• WHAT THIS TASK INVOLVES: All of the data below should be output exactly as given.

━━━ DATASET ━━━

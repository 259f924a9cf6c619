"""Reading a workbook of ours after a user saved it (.xlsx or .ods): one opener, and our tables found by name.

Every table that ``--previous`` (:mod:`sheetbuilder.weekly.carry`) and ``changes``
(:mod:`sheetbuilder.weekly.changes`) read back is covered by workbook-level defined names written
at build time: each typed column and its key columns (declared once, as ``EDITABLE_COLUMNS``,
by the module that plans the sheet), the editable catalog cells, the settings, and the
Actions list. Spreadsheet programs keep a defined name on its cells when a user renames a
header, inserts a column or sorts the rows, so the names find the cells where header text
would not. Header text is the fallback for a workbook without the names.
"""
from __future__ import annotations

import datetime as dt
import math
import zipfile
from operator import itemgetter
from pathlib import Path
from types import MappingProxyType
from typing import Any, Callable

import pandas as pd

from sheetbuilder.reading import contract as c
from sheetbuilder.sheets.decisions import NO_SAVED_VALUE
from sheetbuilder.reading.guard import UnreadableWorkbook, UnsafeWorkbook, guard_saved_workbook
from sheetbuilder.errors import WARNING, Problem, SheetbuilderError
from sheetbuilder.sheets.inputs import sheet_name
from sheetbuilder.sheets.settings_sheet import (DESTINATIONS_NAME, not_valid_text, setting_text, typed_name,
                                               typed_problem)
from sheetbuilder.reading.settings import SETTINGS, Settings, coerce_setting
from sheetbuilder.sheets.history import (COLUMNS as HISTORY_COLUMNS, HEADER_ROW as HISTORY_HEADER_ROW,
                                         NAME as HISTORY_NAME, NUMBERS as HISTORY_NUMBERS, SHEET as HISTORY_SHEET)
from sheetbuilder.values import is_blank
from sheetbuilder.weekly.names import Area
from sheetbuilder.weekly.ods import OdsFile, is_ods
from sheetbuilder.weekly.sheet_xml import DamagedSheet
from sheetbuilder.weekly.tabs import Tabs, find_tabs
from sheetbuilder.weekly.xlsx import XlsxFile, named_area  # noqa: F401 (named_area re-exported for openpyxl workbooks)


class SavedWorkbookUnreadable(SheetbuilderError):
    """The workbook is missing or is not an .xlsx or .ods file that can be read."""


class WorkbookNotFound(SavedWorkbookUnreadable):
    """The workbook to read does not exist."""


class NotAWorkbook(SavedWorkbookUnreadable):
    """The file is not an .xlsx or .ods workbook that can be read."""


SAVE_AS = "save it as .xlsx or .ods from your spreadsheet program"


def _format(path: Path) -> str | None:
    """'ods' or 'xlsx' by the file's content (an OpenDocument mimetype part, a workbook part), else None."""
    try:
        with zipfile.ZipFile(path) as archive:
            if is_ods(archive):
                return "ods"
            return "xlsx" if "xl/workbook.xml" in archive.namelist() else None
    except (zipfile.BadZipFile, OSError, ValueError, EOFError, KeyError, NotImplementedError, RuntimeError):
        return None


def open_workbook(path: Path) -> XlsxFile | OdsFile:
    """The workbook at path opened read-only (never written), or WorkbookNotFound / NotAWorkbook saying why not.

    The one place a saved workbook of ours is opened. Its format is found by its content, not its
    name: an OpenDocument spreadsheet (.ods) or an .xlsx; each opens as an object offering
    ``sheetnames``, ``area(name)``, ``has_name(name)``, ``read(sheet, columns, formulas,
    no_saved_value)`` and ``close()`` (:class:`sheetbuilder.weekly.xlsx.XlsxFile`,
    :class:`sheetbuilder.weekly.ods.OdsFile`). Both pass the same guard first.
    """
    path = Path(path)
    if not path.exists():
        raise WorkbookNotFound(f"the workbook {path} does not exist")
    if not path.is_file():
        raise NotAWorkbook(f"{path} is not a workbook file (a folder, a pipe or a device); give the .xlsx or .ods "
                           "file itself")
    kind = _format(path)
    if kind is None:
        raise NotAWorkbook(f"{path} cannot be read: it is not an .xlsx or .ods workbook; {SAVE_AS}")
    guard_saved_workbook(path, NotAWorkbook)  # zip, XML and link limits before anything is inflated
    try:
        return OdsFile(path) if kind == "ods" else XlsxFile(path)
    except UnsafeWorkbook as exc:
        raise NotAWorkbook(f"{path}: {exc}") from None
    except DamagedSheet as exc:
        raise NotAWorkbook(f"{path} is not a workbook that can be read: {exc}; open it in your spreadsheet program "
                           f"and {SAVE_AS}") from None
    except (zipfile.BadZipFile, KeyError, OSError, ValueError, EOFError, TypeError) as exc:
        raise NotAWorkbook(f"{path} cannot be read as a workbook; open it in your spreadsheet program and "
                           f"{SAVE_AS}") from exc


def named_columns(book: "SavedBook", names: dict[str, str]) -> dict[str, Area] | None:
    """{key: area} for every key's defined name, when all exist as single columns over the same rows of one sheet."""
    areas = {key: book.area(name) for key, name in names.items()}
    if any(a is None or a.first_col != a.last_col for a in areas.values()):
        return None
    bounds = {(a.sheet, a.first_row, a.last_row) for a in areas.values()}
    return areas if len(bounds) == 1 else None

━━━

• PROBLEM SOLUTION:
repository 259f924a9cf6c619
"""Reading a workbook of ours after a user saved it (.xlsx or .ods): one opener, and our tables found by name.

Every table that ``--previous`` (:mod:`sheetbuilder.weekly.carry`) and ``changes``
(:mod:`sheetbuilder.weekly.changes`) read back is covered by workbook-level defined names written
at build time: each typed column and its key columns (declared once, as ``EDITABLE_COLUMNS``,
by the module that plans the sheet), the editable catalog cells, the settings, and the
Actions list. Spreadsheet programs keep a defined name on its cells when a user renames a
header, inserts a column or sorts the rows, so the names find the cells where header text
would not. Header text is the fallback for a workbook without the names.
"""
from __future__ import annotations

import datetime as dt
import math
import zipfile
from operator import itemgetter
from pathlib import Path
from types import MappingProxyType
from typing import Any, Callable

import pandas as pd

from sheetbuilder.reading import contract as c
from sheetbuilder.sheets.decisions import NO_SAVED_VALUE
from sheetbuilder.reading.guard import UnreadableWorkbook, UnsafeWorkbook, guard_saved_workbook
from sheetbuilder.errors import WARNING, Problem, SheetbuilderError
from sheetbuilder.sheets.inputs import sheet_name
from sheetbuilder.sheets.settings_sheet import (DESTINATIONS_NAME, not_valid_text, setting_text, typed_name,
                                               typed_problem)
from sheetbuilder.reading.settings import SETTINGS, Settings, coerce_setting
from sheetbuilder.sheets.history import (COLUMNS as HISTORY_COLUMNS, HEADER_ROW as HISTORY_HEADER_ROW,
                                         NAME as HISTORY_NAME, NUMBERS as HISTORY_NUMBERS, SHEET as HISTORY_SHEET)
from sheetbuilder.values import is_blank
from sheetbuilder.weekly.names import Area
from sheetbuilder.weekly.ods import OdsFile, is_ods
from sheetbuilder.weekly.sheet_xml import DamagedSheet
from sheetbuilder.weekly.tabs import Tabs, find_tabs
from sheetbuilder.weekly.xlsx import XlsxFile, named_area  # noqa: F401 (named_area re-exported for openpyxl workbooks)


class SavedWorkbookUnreadable(SheetbuilderError):
    """The workbook is missing or is not an .xlsx or .ods file that can be read."""


class WorkbookNotFound(SavedWorkbookUnreadable):
    """The workbook to read does not exist."""


class NotAWorkbook(SavedWorkbookUnreadable):
    """The file is not an .xlsx or .ods workbook that can be read."""


SAVE_AS = "save it as .xlsx or .ods from your spreadsheet program"


def _format(path: Path) -> str | None:
    """'ods' or 'xlsx' by the file's content (an OpenDocument mimetype part, a workbook part), else None."""
    try:
        with zipfile.ZipFile(path) as archive:
            if is_ods(archive):
                return "ods"
            return "xlsx" if "xl/workbook.xml" in archive.namelist() else None
    except (zipfile.BadZipFile, OSError, ValueError, EOFError, KeyError, NotImplementedError, RuntimeError):
        return None


def open_workbook(path: Path) -> XlsxFile | OdsFile:
    """The workbook at path opened read-only (never written), or WorkbookNotFound / NotAWorkbook saying why not.

    The one place a saved workbook of ours is opened. Its format is found by its content, not its
    name: an OpenDocument spreadsheet (.ods) or an .xlsx; each opens as an object offering
    ``sheetnames``, ``area(name)``, ``has_name(name)``, ``read(sheet, columns, formulas,
    no_saved_value)`` and ``close()`` (:class:`sheetbuilder.weekly.xlsx.XlsxFile`,
    :class:`sheetbuilder.weekly.ods.OdsFile`). Both pass the same guard first.
    """
    path = Path(path)
    if not path.exists():
        raise WorkbookNotFound(f"the workbook {path} does not exist")
    if not path.is_file():
        raise NotAWorkbook(f"{path} is not a workbook file (a folder, a pipe or a device); give the .xlsx or .ods "
                           "file itself")
    kind = _format(path)
    if kind is None:
        raise NotAWorkbook(f"{path} cannot be read: it is not an .xlsx or .ods workbook; {SAVE_AS}")
    guard_saved_workbook(path, NotAWorkbook)  # zip, XML and link limits before anything is inflated
    try:
        return OdsFile(path) if kind == "ods" else XlsxFile(path)
    except UnsafeWorkbook as exc:
        raise NotAWorkbook(f"{path}: {exc}") from None
    except DamagedSheet as exc:
        raise NotAWorkbook(f"{path} is not a workbook that can be read: {exc}; open it in your spreadsheet program "
                           f"and {SAVE_AS}") from None
    except (zipfile.BadZipFile, KeyError, OSError, ValueError, EOFError, TypeError) as exc:
        raise NotAWorkbook(f"{path} cannot be read as a workbook; open it in your spreadsheet program and "
                           f"{SAVE_AS}") from exc


def named_columns(book: "SavedBook", names: dict[str, str]) -> dict[str, Area] | None:
    """{key: area} for every key's defined name, when all exist as single columns over the same rows of one sheet."""
    areas = {key: book.area(name) for key, name in names.items()}
    if any(a is None or a.first_col != a.last_col for a in areas.values()):
        return None
    bounds = {(a.sheet, a.first_row, a.last_row) for a in areas.values()}
    return areas if len(bounds) == 1 else None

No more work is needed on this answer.